==== SUPPLIED MATERIAL

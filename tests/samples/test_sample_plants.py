"""The tuning sheets that come with the program: a person's first examples, so each must be right in every way."""

import json
import subprocess
import sys
from functools import cache
from pathlib import Path

import pytest

from tuner.assess import assess
from tuner.deliver.delivery import deliver
from tuner.files.sheet import parse, render
from tuner.judge.assessment import Assessment
from tuner.model.sheet import Sheet
from tuner.places import sample_plants

CLIFF = "chiller"
"""The one sample that shows a cliff instead of a finished tuning."""

LONGEST_STORY = 120
FILES = sorted(sample_plants().glob("*.toml"))
every_sample = pytest.mark.parametrize("file", FILES, ids=lambda file: file.stem)


@cache
def sheet_of(file: Path) -> Sheet:
    """Return the sheet of a sample."""
    return parse(file.read_text(encoding="utf-8"), file.name)


@cache
def assessment_of(file: Path) -> Assessment:
    """Return what comes of a sample over its family."""
    return assess(sheet_of(file))


def test_there_are_thirteen() -> None:
    """Thirteen loops, each with a title of its own."""
    assert len(FILES) == 13
    assert len({sheet_of(file).loop.title for file in FILES}) == 13


def test_they_differ_in_what_they_teach() -> None:
    """Among them are slow and fast loops, integrating and unstable plants, every way to give gains, and every block."""
    sheets = [sheet_of(file) for file in FILES]
    controllers = [sheet.controller for sheet in sheets]
    assert {controller.form for controller in controllers} == {"parallel", "standard", "series"}
    assert any(controller.action == "direct" for controller in controllers)
    for block in ("notch", "measurement_filter", "reference_filter", "feedforward", "disturbance_feedforward"):
        assert any(getattr(controller, block) for controller in controllers)
    assert any(sheet.sensor.resolution for sheet in sheets)
    assert any(sheet.loop.manipulated.rate for sheet in sheets)
    assert len({type(sheet.plant) for sheet in sheets}) >= 2
    assert any(controller.as_found for controller in controllers)
    assert {sheet.loop.time_unit for sheet in sheets} == {"s", "min"}
    durations = [sheet.trial.duration / sheet.controller.sample_time for sheet in sheets]
    assert max(durations) <= 20_000


@every_sample
def test_a_sample_tells_its_story(file: Path) -> None:
    """The story is one sentence on one line, which says what is special about this loop; both signals have units."""
    loop = sheet_of(file).loop
    assert 20 < len(loop.story) <= LONGEST_STORY
    assert loop.story.endswith(".")
    assert "\n" not in loop.story
    assert loop.controlled.name
    assert loop.controlled.unit
    assert loop.manipulated.name
    assert loop.manipulated.unit


@every_sample
def test_a_sample_has_what_a_job_needs(file: Path) -> None:
    """A plant that drifts, a sampled controller, an effort with limits, both steps, and limits to keep."""
    sheet = sheet_of(file)
    effort = sheet.loop.manipulated
    assert any(parameter.spread is not None for parameter in sheet.plant.parameters)
    assert sheet.controller.sample_time > 0.0
    assert effort.low is not None
    assert effort.high is not None
    assert sheet.trial.reference
    assert sheet.trial.disturbance
    assert len(sheet.limits) >= 3


@every_sample
def test_a_sample_is_met(file: Path) -> None:
    """Every limit is met by a family of 25, but for the cliff: stable nominally, and lost for some plant."""
    found = assessment_of(file)
    assert found.family_size == 25
    assert found.nominal.stable
    if file.stem == CLIFF:
        assert found.verdict == "unstable"
        assert found.instability is not None
    else:
        assert [limit.measure for limit in found.limits if not limit.met] == []
        assert found.verdict == "met"


@every_sample
def test_a_sample_is_written_back_unchanged(file: Path) -> None:
    """What is read and written again is the same text, comments and spelling of numbers included."""
    text = file.read_text(encoding="utf-8")
    assert render(sheet_of(file), text) == text


@every_sample
def test_a_sample_made_anew_says_the_same(file: Path) -> None:
    """Written without its text, a sample is still the same sheet."""
    assert parse(render(sheet_of(file))) == sheet_of(file)


@every_sample
def test_a_sample_delivers(file: Path, tmp_path: Path) -> None:
    """Every delivered file is proved without a difference, and the controller passes its own self-test."""
    accept = file.stem == CLIFF
    made = deliver(sheet_of(file), assessment_of(file), tmp_path, languages=("json", "python"), accept_unmet=accept)
    assert all(proof.proved and proof.worst_difference == 0.0 for proof in made.proof)
    assert [entry["proved"] for entry in json.loads((tmp_path / "proof.json").read_text())] == [True, True]
    tested = subprocess.run(
        [sys.executable, "-I", "-S", tmp_path / "controller.py"], capture_output=True, text=True, check=False
    )
    assert tested.returncode == 0
    assert tested.stdout.endswith("bad=0\n")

========

▶ _EXERCISE OBJECTIVE_: Each line from the top of the records down to the one with "controllers = [sheet.controller" must be retyped exactly; include both ends and nothing else.

▶ _OUTPUT_:
filename tests/samples/test_sample_plants.py
"""The tuning sheets that come with the program: a person's first examples, so each must be right in every way."""

import json
import subprocess
import sys
from functools import cache
from pathlib import Path

import pytest

from tuner.assess import assess
from tuner.deliver.delivery import deliver
from tuner.files.sheet import parse, render
from tuner.judge.assessment import Assessment
from tuner.model.sheet import Sheet
from tuner.places import sample_plants

CLIFF = "chiller"
"""The one sample that shows a cliff instead of a finished tuning."""

LONGEST_STORY = 120
FILES = sorted(sample_plants().glob("*.toml"))
every_sample = pytest.mark.parametrize("file", FILES, ids=lambda file: file.stem)


@cache
def sheet_of(file: Path) -> Sheet:
    """Return the sheet of a sample."""
    return parse(file.read_text(encoding="utf-8"), file.name)


@cache
def assessment_of(file: Path) -> Assessment:
    """Return what comes of a sample over its family."""
    return assess(sheet_of(file))


def test_there_are_thirteen() -> None:
    """Thirteen loops, each with a title of its own."""
    assert len(FILES) == 13
    assert len({sheet_of(file).loop.title for file in FILES}) == 13


def test_they_differ_in_what_they_teach() -> None:
    """Among them are slow and fast loops, integrating and unstable plants, every way to give gains, and every block."""
    sheets = [sheet_of(file) for file in FILES]
    controllers = [sheet.controller for sheet in sheets]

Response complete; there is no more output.